The first question you should ask yourself before encoding something is whether you actually even need to re-encode it. If the input file's audio stream is already in Vorbis format, and the bitrate works for the use-case, you can simply copy it.

ffmpeg -i inputvideo -c:a copy othershit

This has the advantage that objectively no quality is lost from the input audio stream. The obvious downside is that it only works for a very small subset of media files you may want to turn into WebM files. A tool such as mediainfo can tell you whether this is the case.

Encoding Vorbis

General syntax:

ffmpeg -i inputfile -c:a libvorbis othershit

The FFmpeg documentation specifies some other potentially useful options for libvorbis encoding, which this article won't go into. The reason for this omission is that for most use-cases they're redundant.

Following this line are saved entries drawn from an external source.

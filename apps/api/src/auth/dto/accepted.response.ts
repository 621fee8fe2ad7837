import { ApiProperty } from '@nestjs/swagger';

/** The answer to a request whose outcome arrives by e-mail; the same whatever the account's state. */
export class AcceptedResponse {
  @ApiProperty()
  message: string;
}
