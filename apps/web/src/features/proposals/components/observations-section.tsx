import { Button, Heading, HStack, Stack, Text } from '@chakra-ui/react';
import { Crosshair, FileSpreadsheet, Plus, Telescope } from 'lucide-react';
import { useState } from 'react';
import { ConfirmDialog } from '@/components/ui/confirm-dialog';
import { EmptyState } from '@/components/ui/empty-state';
import { LoadError } from '@/components/ui/load-error';
import { BlockLoader } from '@/components/ui/loading';
import { toaster } from '@/components/ui/toaster';
import { isApiError } from '@/lib/api-client';
import {
  deleteObservation,
  deleteTarget,
  type Observation,
  type Proposal,
  type Target,
} from '../api';
import type { FocusRequest } from '../focus';
import { formatHours } from '../format';
import { useObservatory, useProposalWrite } from '../hooks';
import { CsvImport } from './csv-import';
import { ObservationForm } from './observation-form';
import { type ObservationRow, ObservationsTable, observationRows } from './observations-table';
import { TargetForm } from './target-form';
import { TargetsTable } from './targets-table';

type Open =
  | null
  | { kind: 'target'; target?: Target; field?: string; request?: string }
  | { kind: 'csv' }
  | { kind: 'observation'; observation?: Observation; field?: string; request?: string };

type Removal =
  { kind: 'target'; target: Target } | { kind: 'observation'; row: ObservationRow } | null;

function openFor(proposal: Proposal, focus: FocusRequest | undefined): Open {
  if (!focus) return null;
  const observation = proposal.observations.find((o) => o.id === focus.observationId);
  if (observation)
    return {
      kind: 'observation',
      observation,
      field: focus.field ?? 'targetId',
      request: focus.key,
    };
  const target = proposal.targets.find((t) => t.id === focus.targetId);
  if (target) return { kind: 'target', target, field: focus.field ?? 'name', request: focus.key };
  return null;
}

export function ObservationsSection({
  proposal,
  editable,
  focus,
}: {
  proposal: Proposal;
  editable: boolean;
  focus?: FocusRequest;
}) {
  const { reference, targets, observations } = proposal;
  const observatory = useObservatory(proposal.call.observatoryId);
  const [open, setOpen] = useState<Open>(() => (editable ? openFor(proposal, focus) : null));
  const [removal, setRemoval] = useState<Removal>(null);
  const focusKey = focus?.key ?? '';

  // A new request from the Checks list opens the form it points at (adjusted while rendering,
  // as React advises for state that follows a prop).
  const [handled, setHandled] = useState(focusKey);
  if (focusKey !== handled) {
    setHandled(focusKey);
    if (editable && focusKey) setOpen(openFor(proposal, focus));
  }

  const removeTarget = useProposalWrite(reference, (version, target: Target) =>
    deleteTarget(reference, version, target.id),
  );
  const removeObservation = useProposalWrite(reference, (version, observation: Observation) =>
    deleteObservation(reference, version, observation.id),
  );
  const removing = removal?.kind === 'target' ? removeTarget : removeObservation;
  const removalError = (() => {
    const error = removing.error;
    if (!error) return null;
    if (isApiError(error, 409) && error.code === 'TARGET_IN_USE')
      return `${error.message} Delete or change the observations of this target first.`;
    if (isApiError(error, 409) && error.code === 'STALE_VERSION')
      return 'Someone else changed this proposal meanwhile. Close this, check the lists, and try again.';
    return error.message;
  })();

  const confirmRemoval = () => {
    if (removal?.kind === 'target') {
      removeTarget.mutate(removal.target, {
        onSuccess: () => {
          toaster.create({ type: 'success', title: `${removal.target.name} deleted` });
          setRemoval(null);
        },
      });
    } else if (removal?.kind === 'observation') {
      removeObservation.mutate(removal.row.observation, {
        onSuccess: () => {
          toaster.create({
            type: 'success',
            title: `Observation of ${removal.row.targetName} deleted`,
          });
          setRemoval(null);
        },
      });
    }
  };

  const close = () => setOpen(null);
  const rows = observationRows(observations, targets, observatory.data);
  const totalHours = observations.reduce((sum, o) => sum + o.hoursAsked, 0);

  return (
    <Stack gap="8">
      <Stack as="section" aria-labelledby="targets-heading" gap="4">
        <HStack justify="space-between" wrap="wrap" gap="3">
          <Heading as="h3" size="md" id="targets-heading">
            Targets
          </Heading>
          {editable && (
            <HStack gap="2" wrap="wrap">
              <Button size="sm" variant="outline" onClick={() => setOpen({ kind: 'target' })}>
                <Plus aria-hidden /> Add a target
              </Button>
              <Button size="sm" variant="outline" onClick={() => setOpen({ kind: 'csv' })}>
                <FileSpreadsheet aria-hidden /> Import from CSV
              </Button>
            </HStack>
          )}
        </HStack>
        {open?.kind === 'target' && (
          <TargetForm
            key={`${open.target?.id ?? 'new'}-${open.request ?? ''}`}
            proposal={proposal}
            target={open.target}
            focusField={open.field}
            onDone={close}
          />
        )}
        {open?.kind === 'csv' && <CsvImport proposal={proposal} onDone={close} />}
        {targets.length === 0 ? (
          open?.kind !== 'target' &&
          open?.kind !== 'csv' && (
            <EmptyState
              icon={Crosshair}
              title="No targets yet"
              description={
                editable
                  ? 'Add the sources to observe one by one, or import a list from a CSV table.'
                  : 'The team has not added any targets.'
              }
            />
          )
        ) : (
          <TargetsTable
            targets={targets}
            onEdit={editable ? (target) => setOpen({ kind: 'target', target }) : undefined}
            onDelete={editable ? (target) => setRemoval({ kind: 'target', target }) : undefined}
          />
        )}
      </Stack>

      <Stack as="section" aria-labelledby="observations-heading" gap="4">
        <HStack justify="space-between" wrap="wrap" gap="3">
          <Heading as="h3" size="md" id="observations-heading">
            Observations
          </Heading>
          {editable && (
            <Button
              size="sm"
              variant="outline"
              onClick={() => setOpen({ kind: 'observation' })}
              disabled={targets.length === 0 || !observatory.data}
              title={targets.length === 0 ? 'Add a target first' : undefined}
            >
              <Plus aria-hidden /> Add an observation
            </Button>
          )}
        </HStack>
        {observatory.isPending && (
          <BlockLoader label="Loading the array's configurations and bands" />
        )}
        {observatory.isError && (
          <LoadError
            error={observatory.error}
            what="the array's configurations and bands"
            onRetry={() => void observatory.refetch()}
          />
        )}
        {open?.kind === 'observation' && observatory.data && (
          <ObservationForm
            key={`${open.observation?.id ?? 'new'}-${open.request ?? ''}`}
            proposal={proposal}
            observatory={observatory.data}
            observation={open.observation}
            focusField={open.field}
            onDone={close}
          />
        )}
        {observations.length === 0 ? (
          open?.kind !== 'observation' && (
            <EmptyState
              icon={Telescope}
              title="No observations yet"
              description={
                editable
                  ? targets.length === 0
                    ? 'Add a target first; then choose its band, configuration and the time it needs.'
                    : 'Choose a target, its band and configuration, and the time it needs; the numbers show as you type.'
                  : 'The team has not added any observations.'
              }
            />
          )
        ) : (
          <ObservationsTable
            rows={rows}
            onEdit={
              editable ? (observation) => setOpen({ kind: 'observation', observation }) : undefined
            }
            onDelete={editable ? (row) => setRemoval({ kind: 'observation', row }) : undefined}
            footer={
              <Text fontWeight="medium" textAlign="end">
                Total asked: {formatHours(totalHours)}
              </Text>
            }
          />
        )}
      </Stack>

      <ConfirmDialog
        open={removal !== null}
        onOpenChange={(isOpen) => {
          if (!isOpen) {
            setRemoval(null);
            removeTarget.reset();
            removeObservation.reset();
          }
        }}
        title={
          removal?.kind === 'target'
            ? `Delete ${removal.target.name}?`
            : `Delete the observation of ${removal?.row.targetName ?? ''}?`
        }
        confirmLabel="Delete"
        tone="danger"
        pending={removing.isPending}
        error={removalError}
        onConfirm={confirmRemoval}
      >
        <Text>
          {removal?.kind === 'target'
            ? 'The target leaves the proposal. A target that an observation still uses cannot be deleted.'
            : 'The observation and its hours leave the proposal.'}
        </Text>
      </ConfirmDialog>
    </Stack>
  );
}
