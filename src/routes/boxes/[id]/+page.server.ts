import { error, fail } from '@sveltejs/kit';
import { DateTime } from 'luxon';
import { outageKinds } from '$lib/domain/bookings';
import { fromLocal } from '$lib/domain/time';
import { config } from '$lib/server/config';
import { requireRole, requireUser } from '$lib/server/guard';
import { endOutage, extendOutage, createOutage } from '$lib/server/services/outages';
import { gloveHistory, glovesOfBox } from '$lib/server/services/gloves';
import { hasRole } from '$lib/domain/roles';
import { idParam } from '$lib/server/params';
import { boxOutages, getBox } from '$lib/server/services/boxes';
import { attempt } from '$lib/server/services/errors';
import { latestReadings, recordReading } from '$lib/server/services/atmosphere';
import { documentsFor, mayManageDocuments } from '$lib/server/services/documents';
import { readingFromForm } from '$lib/validation/readings';
import { formId } from '$lib/server/forms';
import type { Actions, PageServerLoad } from './$types';

export const load: PageServerLoad = async (event) => {
	const user = requireUser(event);
	const id = idParam(event.params.id, 'The box');
	const found = await attempt(() => getBox(id));
	if (!found.ok) error(404, { message: 'That box was not found.', code: 'not_found' });
	const { box, summary } = found.value;
	return {
		box: summary,
		rules: {
			slotStepMin: box.slotStepMin,
			minLengthMin: box.minLengthMin,
			maxLengthMin: box.maxLengthMin,
			horizonDays: box.horizonDays,
			weeklyQuotaMin: box.weeklyQuotaMin,
			purgeMin: box.purgeMin,
			needsApproval: box.needsApproval,
			excludedClasses: box.excludedClasses
		},
		thresholds: {
			o2WarnPpm: box.o2WarnPpm,
			o2AlarmPpm: box.o2AlarmPpm,
			h2oWarnPpm: box.h2oWarnPpm,
			h2oAlarmPpm: box.h2oAlarmPpm
		},
		rates: { internal: box.rateInternal, external: box.rateExternal },
		volumeL: box.volumeL,
		description: box.description,
		outages: await boxOutages(id),
		// Notes on readings are for the managers they were sent to.
		readings: (await latestReadings(id, 8)).map((r) => ({
			id: r.id,
			at: r.at,
			o2Ppm: r.o2Ppm,
			h2oPpm: r.h2oPpm,
			source: r.source,
			note: hasRole(user.role, 'manager') ? r.note : null
		})),
		documents: await documentsFor({ boxId: id }),
		canManageDocuments: mayManageDocuments(user, 'box'),
		gloves: await glovesOfBox(id),
		gloveHistory: hasRole(user.role, 'manager') ? await gloveHistory(id) : [],
		outageDefaults: outageDefaults()
	};
};

/** Start now (rounded down to 5 min), expected end in two hours, on the facility clock. */
function outageDefaults() {
	const now = DateTime.now().setZone(config.facilityTz).startOf('minute');
	const start = now.minus({ minutes: now.minute % 5 });
	const end = start.plus({ hours: 2 });
	return {
		startDate: start.toISODate()!,
		startTime: start.toFormat('HH:mm'),
		endDate: end.toISODate()!,
		endTime: end.toFormat('HH:mm')
	};
}

type Values = Record<string, string>;

function localInstant(values: Values, prefix: 'start' | 'end') {
	return fromLocal(values[`${prefix}Date`] ?? '', values[`${prefix}Time`] ?? '', config.facilityTz);
}

export const actions: Actions = {
	reading: async (event) => {
		const actor = requireRole(event, 'member');
		const boxId = idParam(event.params.id, 'The box');
		const values = Object.fromEntries(await event.request.formData()) as Values;
		const { reading, errors } = readingFromForm(values);
		if (Object.keys(errors).length) return fail(400, { form: 'reading', values, errors });
		const result = await attempt(() => recordReading(actor, boxId, reading));
		if (!result.ok)
			return fail(result.error.status, {
				form: 'reading',
				values,
				errors: {},
				message: result.error.message
			});
		return { form: 'reading', recorded: true, state: result.value.state };
	},
	outage: async (event) => {
		const actor = requireRole(event, 'manager');
		const boxId = idParam(event.params.id, 'The box');
		const values = Object.fromEntries(await event.request.formData()) as Values;
		const errors: Record<string, string> = {};
		const start = localInstant(values, 'start');
		const end = localInstant(values, 'end');
		if (!start) errors.start = 'Enter a start date and time that exist.';
		if (!end) errors.end = 'Enter an expected end date and time that exist.';
		if (start && end && end <= start) errors.end = 'The expected end must be after the start.';
		if (!outageKinds.includes(values.kind as (typeof outageKinds)[number]))
			errors.kind = 'Choose a kind.';
		const reason = (values.reason ?? '').trim();
		if (reason.length < 3 || reason.length > 500)
			errors.reason = 'Give a reason (3–500 characters); it goes to everyone affected.';
		if (Object.keys(errors).length) return fail(400, { form: 'outage', values, errors });
		const result = await attempt(() =>
			createOutage(actor, boxId, {
				start: start!,
				end: end!,
				kind: values.kind as (typeof outageKinds)[number],
				reason
			})
		);
		if (!result.ok)
			return fail(result.error.status, {
				form: 'outage',
				values,
				errors: {},
				message: result.error.message
			});
		return { form: 'outage', cancelled: result.value.cancelledBookingIds.length };
	},
	endOutage: async (event) => {
		const actor = requireRole(event, 'manager');
		const id = formId((await event.request.formData()).get('outageId'));
		const result = await attempt(() => endOutage(actor, id));
		if (!result.ok)
			return fail(result.error.status, { form: 'end', message: result.error.message });
		return { form: 'end', ended: true };
	},
	extendOutage: async (event) => {
		const actor = requireRole(event, 'manager');
		const values = Object.fromEntries(await event.request.formData()) as Values;
		const end = localInstant(values, 'end');
		if (!end)
			return fail(400, {
				form: 'extend',
				message: 'Enter an expected end date and time that exist.'
			});
		const result = await attempt(() => extendOutage(actor, formId(values.outageId), end));
		if (!result.ok)
			return fail(result.error.status, { form: 'extend', message: result.error.message });
		return { form: 'extend', cancelled: result.value.cancelledBookingIds.length };
	}
};
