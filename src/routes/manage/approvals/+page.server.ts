import { hasRole } from '$lib/domain/roles';
import { requirePiOrRole, requireRole } from '$lib/server/guard';
import { decideBooking, pendingBookings } from '$lib/server/services/bookings';
import { approveAccount, declineAccount, pendingAccountsFor } from '$lib/server/services/accounts';
import { decisionSchema } from '$lib/validation/account';
import { approveBookingSchema, declineSchema } from '$lib/validation/bookings';
import { runForm } from '$lib/server/forms';
import type { Actions, PageServerLoad, RequestEvent } from './$types';

export const load: PageServerLoad = async (event) => {
	const user = await requirePiOrRole(event, 'manager');
	const isManager = hasRole(user.role, 'manager');
	return {
		pending: await pendingAccountsFor(user),
		bookings: isManager ? await pendingBookings() : [],
		isManager
	};
};

async function decide(event: RequestEvent, decision: typeof approveAccount) {
	const user = await requirePiOrRole(event, 'manager');
	return runForm(event.request, decisionSchema, async ({ userId }) => {
		await decision(user, userId);
		return { decided: userId };
	});
}

export const actions: Actions = {
	approve: (event) => decide(event, approveAccount),
	decline: (event) => decide(event, declineAccount),
	approveBooking: async (event) => {
		const user = requireRole(event, 'manager');
		return runForm(event.request, approveBookingSchema, async ({ bookingId }) => {
			await decideBooking(user, bookingId, 'approve');
			return { bookingDecided: bookingId };
		});
	},
	declineBooking: async (event) => {
		const user = requireRole(event, 'manager');
		return runForm(event.request, declineSchema, async ({ bookingId, reason }) => {
			await decideBooking(user, bookingId, 'decline', reason);
			return { bookingDecided: bookingId };
		});
	}
};
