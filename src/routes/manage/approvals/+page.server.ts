import { listInMemory, readListQuery, type ListSpec } from '$lib/domain/listing';
import { hasRole } from '$lib/domain/roles';
import { requirePiOrRole, requireRole } from '$lib/server/guard';
import { decideBooking } from '$lib/server/services/bookings';
import { pendingBookings } from '$lib/server/services/calendar';
import { approveAccount, declineAccount, pendingAccountsFor } from '$lib/server/services/accounts';
import { decisionSchema } from '$lib/validation/account';
import { approveBookingSchema, declineSchema } from '$lib/validation/bookings';
import { runConfirmedForm, runForm } from '$lib/server/forms';
import { formatRange } from '$lib/domain/time';
import { config } from '$lib/server/config';
import type { Actions, PageServerLoad, RequestEvent } from './$types';

// Both queues hold only what waits for a decision, so they are sorted and paged in memory.
const accountsList = {
	prefix: 'accounts',
	sorts: ['name', 'group', 'registered'],
	defaultSort: 'registered',
	defaultDir: 'asc',
	perPage: 25
} as const satisfies ListSpec;

const bookingsList = {
	prefix: 'bookings',
	sorts: ['when', 'box', 'who'],
	defaultSort: 'when',
	defaultDir: 'asc',
	perPage: 25
} as const satisfies ListSpec;

export const load: PageServerLoad = async (event) => {
	const user = await requirePiOrRole(event, 'manager');
	const isManager = hasRole(user.role, 'manager');
	const params = event.url.searchParams;
	const accounts = listInMemory(
		await pendingAccountsFor(user),
		readListQuery(params, accountsList),
		{
			sortBy: { name: (a) => a.name, group: (a) => a.groupName, registered: (a) => a.registeredAt },
			text: (a) => `${a.name} ${a.email} ${a.groupName}`
		}
	);
	const bookings = listInMemory(
		isManager ? await pendingBookings() : [],
		readListQuery(params, bookingsList),
		{
			sortBy: { when: (b) => b.startAt, box: (b) => b.boxName, who: (b) => b.userName },
			text: (b) => `${b.boxName} ${b.userName} ${b.purpose}`
		}
	);
	return {
		pending: accounts.rows,
		pendingView: accounts.view,
		bookings: bookings.rows,
		bookingsView: bookings.view,
		isManager
	};
};

async function decide(event: RequestEvent, decision: typeof approveAccount) {
	const user = await requirePiOrRole(event, 'manager');
	return runForm(event.request, decisionSchema, async ({ userId }) => {
		await decision(user, userId);
		return { decided: userId };
	});
}

export const actions: Actions = {
	approve: (event) => decide(event, approveAccount),
	decline: async (event) => {
		const user = await requirePiOrRole(event, 'manager');
		return runConfirmedForm(
			event.request,
			decisionSchema,
			async ({ userId }) => {
				const row = (await pendingAccountsFor(user)).find((r) => r.userId === userId);
				return {
					title: row ? `Decline ${row.name}’s registration?` : 'Decline this registration?',
					message: row
						? `The account (${row.email}, asking to join ${row.groupName}) is deleted; they may register again.`
						: 'The account is deleted; they may register again.',
					yes: 'Yes, decline it'
				};
			},
			async ({ userId }) => {
				await declineAccount(user, userId);
				return { decided: userId };
			}
		);
	},
	approveBooking: async (event) => {
		const user = requireRole(event, 'manager');
		return runForm(event.request, approveBookingSchema, async ({ bookingId }) => {
			await decideBooking(user, bookingId, 'approve');
			return { bookingDecided: bookingId };
		});
	},
	declineBooking: async (event) => {
		const user = requireRole(event, 'manager');
		return runConfirmedForm(
			event.request,
			declineSchema,
			async ({ bookingId }) => {
				const b = (await pendingBookings()).find((x) => x.id === bookingId);
				return b
					? {
							title: `Decline ${b.userName}’s booking on ${b.boxName}, ${formatRange(b.startAt, b.endAt, config.facilityTz)}?`,
							message:
								'The booking is cancelled and the time freed; they see your reason on their bookings. It is not billed.',
							yes: 'Yes, decline it'
						}
					: null;
			},
			async ({ bookingId, reason }) => {
				await decideBooking(user, bookingId, 'decline', reason);
				return { bookingDecided: bookingId };
			}
		);
	}
};
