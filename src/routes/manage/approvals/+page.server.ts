import { fail } from '@sveltejs/kit';
import { requirePiOrRole } from '$lib/server/guard';
import { approveAccount, declineAccount, pendingAccountsFor } from '$lib/server/services/accounts';
import { attempt } from '$lib/server/services/errors';
import { decisionSchema } from '$lib/validation/account';
import type { Actions, PageServerLoad, RequestEvent } from './$types';

export const load: PageServerLoad = async (event) => {
	const user = await requirePiOrRole(event, 'manager');
	return { pending: await pendingAccountsFor(user) };
};

async function decide(event: RequestEvent, decision: typeof approveAccount) {
	const user = await requirePiOrRole(event, 'manager');
	const parsed = decisionSchema.safeParse(Object.fromEntries(await event.request.formData()));
	if (!parsed.success) return fail(400, { message: 'Choose an account to decide.' });
	const result = await attempt(() => decision(user, parsed.data.userId));
	if (!result.ok) return fail(result.error.status, { message: result.error.message });
	return { decided: parsed.data.userId };
}

export const actions: Actions = {
	approve: (event) => decide(event, approveAccount),
	decline: (event) => decide(event, declineAccount)
};
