import { error } from '@sveltejs/kit';
import { requireUser } from '$lib/server/guard';
import { idParam } from '$lib/server/params';
import { boxOutages, getBox } from '$lib/server/services/boxes';
import { attempt } from '$lib/server/services/errors';
import type { PageServerLoad } from './$types';

export const load: PageServerLoad = async (event) => {
	requireUser(event);
	const id = idParam(event.params.id, 'The box');
	const found = await attempt(() => getBox(id));
	if (!found.ok) error(404, { message: 'That box was not found.', code: 'not_found' });
	const { box, summary } = found.value;
	return {
		box: summary,
		rules: {
			slotStepMin: box.slotStepMin,
			minLengthMin: box.minLengthMin,
			maxLengthMin: box.maxLengthMin,
			horizonDays: box.horizonDays,
			weeklyQuotaMin: box.weeklyQuotaMin,
			purgeMin: box.purgeMin,
			needsApproval: box.needsApproval,
			excludedClasses: box.excludedClasses
		},
		thresholds: {
			o2WarnPpm: box.o2WarnPpm,
			o2AlarmPpm: box.o2AlarmPpm,
			h2oWarnPpm: box.h2oWarnPpm,
			h2oAlarmPpm: box.h2oAlarmPpm
		},
		rates: { internal: box.rateInternal, external: box.rateExternal },
		volumeL: box.volumeL,
		description: box.description,
		outages: await boxOutages(id)
	};
};
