import QRCode from 'qrcode';
import { requireRole } from '$lib/server/guard';
import { listBoxes } from '$lib/server/services/boxes';
import type { PageServerLoad } from './$types';

export const load: PageServerLoad = async (event) => {
	requireRole(event, 'manager');
	// The address a phone can open: the public ORIGIN when it is set (adapter-node then
	// gives every request that origin), else the one this manager's browser reached.
	const origin = event.url.origin;
	const boxes = await listBoxes();
	return {
		labels: await Promise.all(
			boxes.map(async (b) => {
				const url = `${origin}/boxes/${b.id}/here`;
				return {
					id: b.id,
					name: b.name,
					gas: b.gas,
					room: b.room,
					url,
					// Drawn here from our own URL (digits and the origin), never from typed text.
					qrSvg: await QRCode.toString(url, { type: 'svg', margin: 1, errorCorrectionLevel: 'M' })
				};
			})
		)
	};
};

Warning: Do NOT use the vorbis encoder, but libvorbis. The former is garbage. I'm not sure why it's even still kept around.

VBR Encoding

The recommended way of encoding is to use a variable bitrate, so the encoder can be as flexible as possible when it comes to allocating bits.

The associated option for this method of encoding is -q:a, which sets the constant quality level. Higher means better quality, lower means worse quality, so it's exactly the other way around compared to the related options from the video encoding section.

The quality level can vary from -1.0 to 10.0, the default being 3.0. This is a floating point value, so you may use numbers such as 3.14 and so on. I recommend a level above 4.

ABR Encoding

Sometimes, you want to know exactly how big your file gets or want a predictable bitrate in the output. In that case, ABR is useful.

The -b:a option sets the bitrate for ABR mode. While libvorbis is usable at 96 kbit/s, the recommended range is above 128 kbit/s. 128 kbit/s should probably already be good enough for 4CC VODs.